Text 1: statistics skills and programming skills are equally important for analytics
Text 2: statistics skills and domain knowledge are important for analytics
Text 3: I like reading books and travelling
Document Term Matrix for the above 3 text would be:
The three vectors are:
T1 = (1,2,1,1,0,1,1,1,1,1,0,0,0,0,0,0)
T2 = (1,1,1,0,1,1,0,1,1,1,1,0,0,0,0,0)
T3 = (0,0,1,0,0,0,0,0,0,0,0,1,1,1,1,1)
Degree of Similarity (T1 & T2) = (T1 %*% T2) / (sqrt(sum(T1^2)) * sqrt(sum(T2^2))) = 77%
Degree of Similarity (T1 & T3) = (T1 %*% T3) / (sqrt(sum(T1^2)) * sqrt(sum(T3^2))) = 12%
Overview of key Text Mining techniques
There 3 key techniques are in practice:
- N-gram based analytic
- Shallow Natural Language Processing technique
- Deep Natural Language Processing technique
N-gram based analytic
- n-gramis a contiguous sequence of n items from a given sequenceof text
- The items can be syllables, letters, words or base pairs according to the application
- Probabilistic language model for predicting the next item in a sequence in the form of a (n − 1)

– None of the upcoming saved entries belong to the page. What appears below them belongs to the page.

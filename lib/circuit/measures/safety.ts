/**
 * Safety checks of a ladder design: the voltage class of a node against the usual standards'
 * thresholds, bleeder sizing and discharge time, and stored charge and energy warnings. The
 * thresholds are those collected in REFERENCES §7; several are quoted there from memory of the
 * standards (marked (mem) below) — they are screening values for a design tool, not a
 * certification. Discharge follows REFERENCES §6: a bleeder R_b across an n-stage stack of C sees
 * the smoothing stack C_eq = C/n, τ = R_b·C/n, V(t) = V0·e^(−t/τ), E(t) = E0·e^(−2t/τ).
 */

/** IEC 61010-1:2010 §6.3.1 a), normal condition, dry locations (mem): hazardous live above these. */
export const IEC61010_NORMAL = { dcV: 60, peakV: 42.4, rmsV: 30 } as const;
/** IEC 61010-1 §6.3.1 a), wet locations (mem). */
export const IEC61010_WET = { dcV: 35, peakV: 22.6, rmsV: 16 } as const;
/** IEC 62368-1 Table 4, steady state (mem): ES1 limits. */
export const IEC62368_ES1 = { dcV: 60, peakV: 42.4, rmsV: 30 } as const;
/** IEC 62368-1 Table 4, steady state (mem): ES2 limits; above them is ES3. */
export const IEC62368_ES2 = { dcV: 120, peakV: 70.7, rmsV: 50 } as const;
/** IEC 61010-1 §6.3.1 c): stored charge limit up to 15 kV, 45 µC ("Line A of Figure 3", confirmed by [S13]). */
export const STORED_CHARGE_LIMIT_C = 45e-6;
/** Voltage up to which the charge limit applies (V). */
export const CHARGE_LIMIT_UP_TO_V = 15e3;
/** IEC 61010-1 §6.3.1 c): stored energy limit above 15 kV, 350 mJ (mem; also IEC 60335-1 §8.1.4 [S12]). */
export const STORED_ENERGY_LIMIT_J = 0.35;
/** IEC 60950-1 §1.2.8.10 "hazardous energy level", 20 J stored (mem; superseded by IEC 62368-1). */
export const HAZARDOUS_ENERGY_J = 20;
/** Safe residual voltage (V): discharge to ≤ 60 V within 5 s, IEC 60204-1 §6.2.4 [S14] and IEC 61010-1 §6.10.3 [S13] (common practice target). */
export const SAFE_RESIDUAL_V = 60;
/** Discharge time limit to the safe residual voltage (s). */
export const DISCHARGE_TIME_LIMIT_S = 5;

/** A node voltage to ground as the solver reports it. */
export interface VoltageReading {
  /** DC level (mean) of the node to ground (V). */
  dcV: number;
  /** Largest instantaneous magnitude |v| to ground (V). */
  peakV: number;
  /** RMS of the AC (ripple) component (V), if known. */
  rmsV?: number;
}

/** IEC 62368-1 electrical energy source classes (mem). */
export type Iec62368Class = 'ES1' | 'ES2' | 'ES3';

/** Outcome of {@link classifyVoltage}. */
export interface VoltageClass {
  /** IEC 61010-1 normal condition: would an accessible part at this voltage be hazardous live (mem)? */
  hazardousLive: boolean;
  /** IEC 62368-1 electrical energy source class by voltage alone (mem); touch current and charge limits not applied. */
  iec62368: Iec62368Class;
  /** Output or tap above 60 V DC (the REFERENCES §7 tool warning). */
  above60VDC: boolean;
  /** Which limits were exceeded, in words. */
  reasons: string[];
}

function exceeds(v: VoltageReading, lim: { dcV: number; peakV: number; rmsV: number }): string[] {
  const out: string[] = [];
  const dc = Math.abs(v.dcV);
  const acPeak = Math.max(0, Math.abs(v.peakV) - dc);
  if (dc > lim.dcV || Math.abs(v.peakV) > lim.dcV) out.push(`DC/instantaneous ${Math.max(dc, Math.abs(v.peakV)).toPrecision(3)} V > ${lim.dcV} V`);
  if (acPeak > lim.peakV) out.push(`ripple peak ${acPeak.toPrecision(3)} V > ${lim.peakV} V`);
  if (v.rmsV !== undefined && v.rmsV > lim.rmsV) out.push(`ripple RMS ${v.rmsV.toPrecision(3)} V > ${lim.rmsV} V`);
  return out;
}

/**
 * Classify a node voltage. The DC limit is applied to the larger of |DC| and the instantaneous
 * peak, the AC peak and RMS limits to the ripple component (peak − |DC|, RMS) — a conservative
 * reading of combined waveforms; the standards themselves govern.
 */
export function classifyVoltage(v: VoltageReading): VoltageClass {
  const iec61010 = exceeds(v, IEC61010_NORMAL);
  const es2 = exceeds(v, IEC62368_ES2);
  const es1 = exceeds(v, IEC62368_ES1);
  return {
    hazardousLive: iec61010.length > 0,
    iec62368: es2.length > 0 ? 'ES3' : es1.length > 0 ? 'ES2' : 'ES1',
    above60VDC: Math.abs(v.dcV) > SAFE_RESIDUAL_V,
    reasons: iec61010.map((r) => `IEC 61010-1 normal condition: ${r}`),
  };
}

/** The capacitance a bleeder across the output discharges: the smoothing stack C_eq, or n equal stages of C (C/n). */
export type StackSpec = { stackCapacitanceF: number } | { stages: number; capacitanceF: number };

function stackF(s: StackSpec): number {
  return 'stackCapacitanceF' in s ? s.stackCapacitanceF : s.capacitanceF / s.stages;
}

/** Discharge time constant τ = R_b·C_eq (s) (REFERENCES §6; C_eq = C/n for equal stages). */
export function dischargeTimeConstantS(bleederOhm: number, stack: StackSpec): number {
  return bleederOhm * stackF(stack);
}

/**
 * Time for the output to fall from V0 to V_safe through a bleeder, t = τ·ln(V0/V_safe) (s),
 * and for the stack energy to fall below E_safe, t = (τ/2)·ln(E0/E_safe) (REFERENCES §6).
 * Zero when already below. Example (§6): n = 10, C = 1 nF, V0 = 200 kV, R_b = 1 GΩ → 0.81 s to 60 V.
 */
export function dischargeTime(input: StackSpec & { bleederOhm: number; initialV: number; safeV?: number; safeEnergyJ?: number }): {
  tauS: number;
  toSafeVoltageS: number;
  toSafeEnergyS: number;
  initialEnergyJ: number;
} {
  const c = stackF(input);
  const tau = input.bleederOhm * c;
  const v0 = Math.abs(input.initialV);
  const vs = input.safeV ?? SAFE_RESIDUAL_V;
  const e0 = 0.5 * c * v0 * v0;
  const es = input.safeEnergyJ ?? STORED_ENERGY_LIMIT_J;
  return {
    tauS: tau,
    toSafeVoltageS: v0 > vs ? tau * Math.log(v0 / vs) : 0,
    toSafeEnergyS: e0 > es ? (tau / 2) * Math.log(e0 / es) : 0,
    initialEnergyJ: e0,
  };
}

/**
 * Largest bleeder that brings the output from V0 to V_safe (default 60 V) within `maxTimeS`
 * (default 5 s): R_b ≤ t / (C_eq·ln(V0/V_safe)) (REFERENCES §6). Also the bleeder's current and
 * dissipation at V0 — it is an extra load, add its current to I in the drop estimate.
 * Example (§6): n = 10, C = 1 nF, V0 = 200 kV → R_b ≤ 6.2 GΩ, about 32 µA.
 */
export function bleederFor(input: StackSpec & { initialV: number; safeV?: number; maxTimeS?: number }): {
  maxResistanceOhm: number;
  tauS: number;
  currentA: number;
  powerW: number;
} {
  const c = stackF(input);
  const v0 = Math.abs(input.initialV);
  const vs = input.safeV ?? SAFE_RESIDUAL_V;
  const t = input.maxTimeS ?? DISCHARGE_TIME_LIMIT_S;
  const tau = v0 > vs ? t / Math.log(v0 / vs) : Infinity;
  const r = tau / c;
  return { maxResistanceOhm: r, tauS: tau, currentA: v0 / r, powerW: (v0 * v0) / r };
}

/** The REFERENCES §7 suggested tool warnings. */
export type SafetyWarningCode =
  | 'hazardous-voltage'
  | 'stored-charge'
  | 'stored-energy'
  | 'hazardous-energy'
  | 'no-bleeder'
  | 'slow-discharge';

/** One safety warning with the standard or source behind its threshold. */
export interface SafetyWarning {
  code: SafetyWarningCode;
  message: string;
  /** The standard or source behind the threshold. */
  basis: string;
}

/**
 * The REFERENCES §7 "suggested tool warnings" (common practice): output above 60 V DC; stack
 * charge above 45 µC (≤ 15 kV) or stack energy above 350 mJ (> 15 kV); total stored energy ≥ 20 J;
 * no bleeder, or discharge to 60 V slower than 5 s.
 */
export function safetyWarnings(input: {
  outputV: number;
  stackChargeC: number;
  stackEnergyJ: number;
  totalEnergyJ: number;
  /** Time to discharge to 60 V (s); undefined = no bleeder fitted. */
  dischargeToSafeS?: number;
}): SafetyWarning[] {
  const out: SafetyWarning[] = [];
  const v = Math.abs(input.outputV);
  if (v > SAFE_RESIDUAL_V) {
    out.push({ code: 'hazardous-voltage', message: `output ${v.toPrecision(3)} V is above 60 V DC: hazardous live if accessible`, basis: 'IEC 61010-1 §6.3.1 a) (mem); IEC 62368-1 ES1 (mem)' });
  }
  if (v <= CHARGE_LIMIT_UP_TO_V && input.stackChargeC > STORED_CHARGE_LIMIT_C) {
    out.push({ code: 'stored-charge', message: `stored charge ${(input.stackChargeC * 1e6).toPrecision(3)} µC is above 45 µC`, basis: 'IEC 61010-1 §6.3.1 c), Line A of Figure 3 [S13]' });
  }
  if (v > CHARGE_LIMIT_UP_TO_V && input.stackEnergyJ > STORED_ENERGY_LIMIT_J) {
    out.push({ code: 'stored-energy', message: `stack energy ${(input.stackEnergyJ * 1e3).toPrecision(3)} mJ is above 350 mJ at more than 15 kV`, basis: 'IEC 61010-1 §6.3.1 c) (mem); IEC 60335-1 §8.1.4 [S12]' });
  }
  if (input.totalEnergyJ >= HAZARDOUS_ENERGY_J) {
    out.push({ code: 'hazardous-energy', message: `total stored energy ${input.totalEnergyJ.toPrecision(3)} J is 20 J or more`, basis: 'IEC 60950-1 §1.2.8.10 (mem)' });
  }
  if (v > SAFE_RESIDUAL_V) {
    if (input.dischargeToSafeS === undefined) {
      out.push({ code: 'no-bleeder', message: 'no bleeder fitted: the stack can hold its charge for a long time after switch-off', basis: 'common practice; IEC 60204-1 §6.2.4 [S14]' });
    } else if (input.dischargeToSafeS > DISCHARGE_TIME_LIMIT_S) {
      out.push({ code: 'slow-discharge', message: `discharge to 60 V takes ${input.dischargeToSafeS.toPrecision(3)} s, more than 5 s`, basis: 'IEC 60204-1 §6.2.4 [S14]; IEC 61010-1 §6.10.3 [S13]' });
    }
  }
  return out;
}

/** The cautions shown with every result and report (our own wording). */
export const SAFETY_CAUTIONS: string[] = [
  'High-voltage multipliers can store a lethal charge. A ladder that is switched off can still be charged, and its capacitors can recover charge after a brief short.',
  'Before touching anything: switch off and isolate the drive, wait for the bleeders to act, then discharge every stage with a grounding stick and leave the stack shorted to ground while you work.',
  'Fit bleeder resistors rated for the full voltage (several in series where needed), across the output or across each capacitor, and check that they actually discharge the stack.',
  'Never rely on the load to discharge the stack: a tube or electrode can go open circuit and leave the ladder charged.',
  'The figures here are engineering estimates and simulations, not a safety approval. Follow your local electrical codes and the applicable product standards, and have the design and build checked by a qualified, licensed practitioner.',
];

- Widely used in probability, communication theory, computational linguistics, biological sequence analysis
- Relatively simple
- Simply increasing n, model can be used to store more context
Semantic value of the item is not considered
Lets look at the n-gram output for the sample sentence “defense attorney for liberty and montecito”
- 1-gram: defense, attorney, for, liberty, and, montecito
- 2-gram: defense attorney, for liberty, and montecito, attorney for, liberty and, attorney for
- 3-gram: defense attorney for, liberty and montecito, attorney for liberty, for liberty and, liberty and montecito
- 4-gram: defense attorney for liberty, attorney for liberty and, for liberty and montecito,
- 5-gram: defense attorney for liberty and montecito, attorney for liberty and montecito
- 6-gram: defense attorney for liberty and montecito
Shallow NLP technique
- Assign a syntactic label (noun, verb etc.) to a chunk
- Knowledge extraction from text through semantic/syntactic analysis approach
- Taxonomy extraction (predefined terms and entities). Entities: People, organizations, locations, times, dates, prices, genes, proteins, diseases, medicines
- Concept extraction (main idea or a theme)

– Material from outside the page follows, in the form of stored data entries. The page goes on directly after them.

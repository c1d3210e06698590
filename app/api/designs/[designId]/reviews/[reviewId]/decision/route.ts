import { reviewDecisionSchema } from '@/lib/api/contract';
import { route } from '@/lib/api/handler';
import { decideReview } from '@/lib/data/reviews';

export const POST = route<{ designId: string; reviewId: string }, typeof reviewDecisionSchema>({ body: reviewDecisionSchema }, async ({ user, params, body }) =>
  decideReview(user.id, params.designId, params.reviewId, body),
);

Advantage: Less noisy than n-grams
Disadvantage: Does not specify role of items in the main sentence
Example: Consider the sentence “The driver from Bangalore crashed the bike with the black bumper”. Lets examine the results of applying the n-gram and shallow NLP technique to extract the concept to the sample sentence.

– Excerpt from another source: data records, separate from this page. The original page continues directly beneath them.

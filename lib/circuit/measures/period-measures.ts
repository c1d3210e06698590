/**
 * Measures over one steady-state period: time averages by the trapezoidal rule over the
 * accepted time points (nodes, parts, source, load), stored energy ½·C·V², the charge and
 * energy the output stack holds (capacitance seen from the output with diodes open, sources
 * shorted), and two self-checks: Kirchhoff's current law at every node and step, and the
 * charge balance of every capacitor (its mean current over a period must vanish in steady state).
 */
import type { Circuit } from '../mna/circuit';
import type { PeriodRecord } from '../analysis/shooting';
import { solveDense } from '../linalg/dense-lu';

/** DC level and ripple of one node (V), with an optional one-period waveform. */
export interface NodeMeasure {
  mean: number;
  min: number;
  max: number;
  /** Peak-to-peak ripple max − min (V). */
  ripple: number;
  /** One period, ≤ the requested number of points: times (s from period start) and volts. */
  waveform?: { t: number[]; v: number[] };
}

export interface CapacitorMeasure {
  kind: 'C';
  capacitanceF: number;
  /** Mean voltage (V), terminal 1 minus terminal 2. */
  dcV: number;
  /** Largest |v| over the period (V). */
  peakV: number;
  rmsCurrentA: number;
  /** Mean current (A): ≈ 0 in steady state (charge balance). */
  meanCurrentA: number;
  /** ½·C·dcV² (J). */
  energyJ: number;
}

export interface DiodeMeasure {
  kind: 'D';
  /** Peak inverse voltage: largest v(cathode) − v(anode) (V). */
  pivV: number;
  peakCurrentA: number;
  averageCurrentA: number;
  rmsCurrentA: number;
  /** Mean of v(anode, cathode)·i, including RS (W). */
  dissipationW: number;
}

export interface ResistorMeasure {
  kind: 'R';
  meanCurrentA: number;
  rmsCurrentA: number;
  powerW: number;
}

export interface SourceMeasure {
  kind: 'V' | 'I';
  rmsCurrentA: number;
  meanCurrentA: number;
  /** Mean power delivered to the circuit (W). */
  powerW: number;
}

export type PartMeasure = CapacitorMeasure | DiodeMeasure | ResistorMeasure | SourceMeasure;

export interface PeriodMeasures {
  nodes: Record<string, NodeMeasure>;
  parts: Record<string, PartMeasure>;
  /**
   * Mean powers (W): delivered by the sources, taken by the load (elements between the outputs
   * and ground), and lost in diodes and other resistors. Efficiency = load / (load + losses).
   */
  power: { sourceW: number; loadW: number; lossW: number; efficiency: number | null };
  energy: {
    totalJ: number;
    /** Per output node: capacitance seen from it (F), its charge (C) and energy (J). */
    outputs: Record<string, { capacitanceF: number; chargeC: number; energyJ: number }>;
  };
  checks: {
    /** Largest KCL residual at any node and step, relative to the largest element current. */
    kclResidual: number;
    /** Largest |mean capacitor current| relative to the largest capacitor RMS current. */
    chargeBalance: number;
  };
}

interface Acc {
  mean: number;
  sq: number;
  min: number;
  max: number;
}

/**
 * Time average and RMS with weights h_k at the right end of each step. This matches the charge
 * bookkeeping of backward-difference integration (the step's current is the charge change over
 * the step), so capacitor charge balance and source charge come out consistent even where a
 * current pulse spans only a few steps.
 */
function average(t: Float64Array, f: (k: number) => number): Acc {
  const T = t[t.length - 1] - t[0];
  let mean = 0;
  let sq = 0;
  let min = Infinity;
  let max = -Infinity;
  for (let k = 1; k < t.length; k++) {
    const v = f(k);
    const dt = t[k] - t[k - 1];
    mean += v * dt;
    sq += v * v * dt;
    if (v < min) min = v;
    if (v > max) max = v;
  }
  return { mean: mean / T, sq: Math.sqrt(Math.max(0, sq / T)), min, max };
}

/**
 * Mean power of a branch: Σ h_k · i_k · ½(v_k + v_{k−1}) / T. With the step's current at its
 * right end and the voltage averaged over the step, Tellegen's theorem holds exactly for the sum
 * over all branches (KCL holds at every point), and a capacitor's ∫v dq telescopes to ≈ 0.
 */
function meanPower(t: Float64Array, v: (k: number) => number, i: (k: number) => number): number {
  let e = 0;
  for (let k = 1; k < t.length; k++) e += (t[k] - t[k - 1]) * i(k) * 0.5 * (v(k) + v(k - 1));
  return e / (t[t.length - 1] - t[0]);
}

function downsample(t: Float64Array, v: (k: number) => number, points: number): { t: number[]; v: number[] } {
  const T = t[t.length - 1] - t[0];
  const out = { t: [] as number[], v: [] as number[] };
  let k = 1;
  for (let p = 0; p < points; p++) {
    const tp = t[0] + (T * p) / (points - 1);
    while (k < t.length - 1 && t[k] < tp) k++;
    const a = t[k - 1];
    const b = t[k];
    const w = b > a ? Math.min(1, Math.max(0, (tp - a) / (b - a))) : 1;
    out.t.push(tp - t[0]);
    out.v.push(v(k - 1) * (1 - w) + v(k) * w);
  }
  return out;
}

/** Capacitance seen from each node to ground with diodes and resistors open, V sources shorted. */
export function capacitanceSeenFrom(circuit: Circuit, nodes: string[]): Record<string, number> {
  const n = circuit.size;
  const L = new Float64Array(n * n);
  let cmax = 0;
  for (const c of circuit.capacitors) cmax = Math.max(cmax, c.capacitanceF);
  const add = (a: number, b: number, c: number) => {
    if (a < n) L[a * n + a] += c;
    if (b < n) L[b * n + b] += c;
    if (a < n && b < n) {
      L[a * n + b] -= c;
      L[b * n + a] -= c;
    }
  };
  for (const c of circuit.capacitors) add(c.ia, c.ib, c.capacitanceF);
  for (const v of circuit.voltageSources) add(v.ip, v.in, 1e6 * (cmax || 1));
  // Nodes without any capacitor (diode junctions, branch currents) are decoupled: pin them.
  // Clusters floating with diodes open (the pumping column behind a source resistor) get a
  // 1e-6·C_max leak to ground so the system stays regular without changing the answer.
  for (let i = 0; i < n; i++) L[i * n + i] += L[i * n + i] === 0 ? cmax || 1 : 1e-6 * (cmax || 1);
  const out: Record<string, number> = {};
  for (const name of nodes) {
    const k = circuit.nodeOffset.get(name);
    if (k === undefined || k >= n) continue;
    const e = new Float64Array(n);
    e[k] = 1;
    const r = solveDense(L, n, e);
    if (r.ok && r.x[k] > 0) out[name] = 1 / r.x[k];
  }
  return out;
}

/** Voltage measures of one period: every node, capacitor voltages and energies, diode PIV. */
export interface VoltageMeasures {
  nodes: Record<string, NodeMeasure>;
  capacitors: Record<string, { dcV: number; peakV: number; energyJ: number }>;
  /** Peak inverse voltage of every diode (V, ≥ 0). */
  pivV: Record<string, number>;
  /** Energy in all capacitors at their mean voltage (J). */
  totalJ: number;
}

/**
 * Node and part voltages of a period record, without the current and power bookkeeping (used
 * on the shooting method's own converged period, whose BDF2 points carry the voltages).
 */
export function measureVoltages(circuit: Circuit, record: PeriodRecord, waveformPoints: number): VoltageMeasures {
  const t = record.timesS;
  const X = record.solutions;
  const nodes: Record<string, NodeMeasure> = {};
  for (const name of circuit.nodeNames) {
    const o = circuit.nodeOffset.get(name)!;
    const a = average(t, (k) => X[k][o]);
    nodes[name] = { mean: a.mean, min: a.min, max: a.max, ripple: a.max - a.min };
    if (waveformPoints > 1) nodes[name].waveform = downsample(t, (k) => X[k][o], waveformPoints);
  }
  const capacitors: VoltageMeasures['capacitors'] = {};
  let totalJ = 0;
  for (const c of circuit.capacitors) {
    const v = average(t, (k) => X[k][c.ia] - X[k][c.ib]);
    const energyJ = 0.5 * c.capacitanceF * v.mean * v.mean;
    totalJ += energyJ;
    capacitors[c.name] = { dcV: v.mean, peakV: Math.max(Math.abs(v.min), Math.abs(v.max)), energyJ };
  }
  const pivV: Record<string, number> = {};
  for (const d of circuit.diodes) pivV[d.name] = Math.max(0, average(t, (k) => X[k][d.ik] - X[k][d.ia]).max);
  return { nodes, capacitors, pivV, totalJ };
}

/** Charge and energy of the capacitor network seen from each output at its mean voltage. */
export function outputEnergy(circuit: Circuit, nodes: Record<string, NodeMeasure>, outputs: string[]): PeriodMeasures['energy']['outputs'] {
  const seen = capacitanceSeenFrom(circuit, outputs);
  const energyOut: PeriodMeasures['energy']['outputs'] = {};
  for (const o of outputs) {
    const c = seen[o];
    const v = nodes[o]?.mean ?? 0;
    if (c !== undefined) energyOut[o] = { capacitanceF: c, chargeC: c * Math.abs(v), energyJ: 0.5 * c * v * v };
  }
  return energyOut;
}

export function measurePeriod(circuit: Circuit, record: PeriodRecord, outputs: string[], waveformPoints: number): PeriodMeasures {
  const t = record.timesS;
  const X = record.solutions;
  const I = record.slotCurrents;
  const voltages = measureVoltages(circuit, record, waveformPoints);
  const nodes = voltages.nodes;
  const totalJ = voltages.totalJ;
  const parts: Record<string, PartMeasure> = {};
  let worstMean = 0;
  let worstRms = 0;
  for (const c of circuit.capacitors) {
    const i = average(t, (k) => I[k][c.slot]);
    worstMean = Math.max(worstMean, Math.abs(i.mean));
    worstRms = Math.max(worstRms, i.sq);
    parts[c.name] = { kind: 'C', capacitanceF: c.capacitanceF, ...voltages.capacitors[c.name], rmsCurrentA: i.sq, meanCurrentA: i.mean };
  }
  const diodeCurrent = (d: Circuit['diodes'][number], k: number) => d.staticCurrent(X[k]) + (d.slot >= 0 ? I[k][d.slot] : 0);
  for (const d of circuit.diodes) {
    const i = average(t, (k) => diodeCurrent(d, k));
    const p = { mean: meanPower(t, (k) => X[k][d.ia] - X[k][d.ik], (k) => diodeCurrent(d, k)) };
    parts[d.name] = { kind: 'D', pivV: voltages.pivV[d.name], peakCurrentA: i.max, averageCurrentA: i.mean, rmsCurrentA: i.sq, dissipationW: p.mean };
  }
  const outSet = new Set(outputs.map((o) => circuit.nodeOffset.get(o)));
  const ground = circuit.size;
  const isLoad = (a: number, b: number) => (outSet.has(a) || outSet.has(b)) && (outSet.has(a) || a === ground) && (outSet.has(b) || b === ground);
  let loadW = 0;
  let lossW = 0;
  for (const d of circuit.diodes) lossW += (parts[d.name] as DiodeMeasure).dissipationW;
  for (const r of circuit.resistors) {
    const i = average(t, (k) => r.current(X[k]));
    const p = { mean: meanPower(t, (k) => X[k][r.ia] - X[k][r.ib], (k) => r.current(X[k])) };
    parts[r.name] = { kind: 'R', meanCurrentA: i.mean, rmsCurrentA: i.sq, powerW: p.mean };
    if (isLoad(r.ia, r.ib)) loadW += p.mean;
    else lossW += p.mean;
  }
  let sourceW = 0;
  for (const v of circuit.voltageSources) {
    const i = average(t, (k) => X[k][v.ibr]);
    const p = { mean: -meanPower(t, (k) => X[k][v.ip] - X[k][v.in], (k) => X[k][v.ibr]) };
    parts[v.name] = { kind: 'V', rmsCurrentA: i.sq, meanCurrentA: i.mean, powerW: p.mean };
    sourceW += p.mean;
  }
  for (const s of circuit.currentSources) {
    const i = average(t, (k) => s.value(t[k]));
    const p = { mean: -meanPower(t, (k) => X[k][s.ip] - X[k][s.in], (k) => s.value(t[k])) };
    parts[s.name] = { kind: 'I', rmsCurrentA: i.sq, meanCurrentA: i.mean, powerW: p.mean };
    if (isLoad(s.ip, s.in)) loadW -= p.mean;
    else sourceW += p.mean;
  }
  // Kirchhoff's current law at every node and accepted point.
  let kcl = 0;
  let scale = 0;
  const sum = new Float64Array(circuit.size + 1);
  for (let k = 1; k < t.length; k++) {
    sum.fill(0);
    const x = X[k];
    const flow = (a: number, b: number, i: number) => {
      sum[a] += i;
      sum[b] -= i;
      scale = Math.max(scale, Math.abs(i));
    };
    for (const r of circuit.resistors) flow(r.ia, r.ib, r.current(x));
    for (const c of circuit.capacitors) flow(c.ia, c.ib, I[k][c.slot]);
    for (const d of circuit.diodes) flow(d.ia, d.ik, diodeCurrent(d, k) + 1e-12 * (x[d.ij] - x[d.ik]));
    for (const v of circuit.voltageSources) flow(v.ip, v.in, x[v.ibr]);
    for (const s of circuit.currentSources) flow(s.ip, s.in, s.value(t[k]));
    for (const name of circuit.nodeNames) kcl = Math.max(kcl, Math.abs(sum[circuit.nodeOffset.get(name)!]));
  }
  const energyOut = outputEnergy(circuit, nodes, outputs);
  return {
    nodes,
    parts,
    power: { sourceW, loadW, lossW, efficiency: loadW + lossW > 0 ? loadW / (loadW + lossW) : null },
    energy: { totalJ, outputs: energyOut },
    checks: { kclResidual: scale > 0 ? kcl / scale : 0, chargeBalance: worstRms > 0 ? worstMean / worstRms : 0 },
  };
}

Apply below 3 steps to example sentence
- Convert to lowercase & PoS tag
- Remove stop words
- Retain only Noun’s & Verb’s as these hold higher weight in the sentence
1-gram output: driver, bangalore, crashed, bike, bumper
Bi-gram output with noun/verb’s retained: crashed bike, driver bangalore, bangalore crashed
3-gram output with noun/verb’s retained: driver bangalore crashed, bangalore crashed bike
- 1-gram: Reduced noise, however no clear context
- Bi-gram & 3-gram: Increased context, however there is a information loss (like bumper tells us what is crashed which is not in output)
Deep NLP technique
- Extension to the shallow NLP
- Get the syntactic relationship between each pair of words
- Apply sentence segmentation to determine the sentence boundaries
- The Stanford Parser (or any similar) is then applied to generate output in the form of dependency relations, which represent the syntactic relations within each sentence
- Detected relationships are expressed as complex construction to retain the context
- Example relationships: Located in, employed by, part of, married to
Applications: Develop features and representations appropriate for complex interpretation tasks like fraud detection and prediction activities based on complex RNA-Sequence in life science
The above sentence can be represented using triples (Subject: Predicate [Modifier]: Object) without loosing the context. Modifiers are negations, multi-word expression, adverbial modifier like not, maybe, however etc. You can learn more about stanford typed dependency here.
- driver : from : bangalore
- driver : crashed : bike
- driver : crashed with : bumper
- Sentence level is too structured
- Usage of abbreviations and grammatical errors in sentence will mislead the analysis
Hope this helps and I welcome feedback/comments.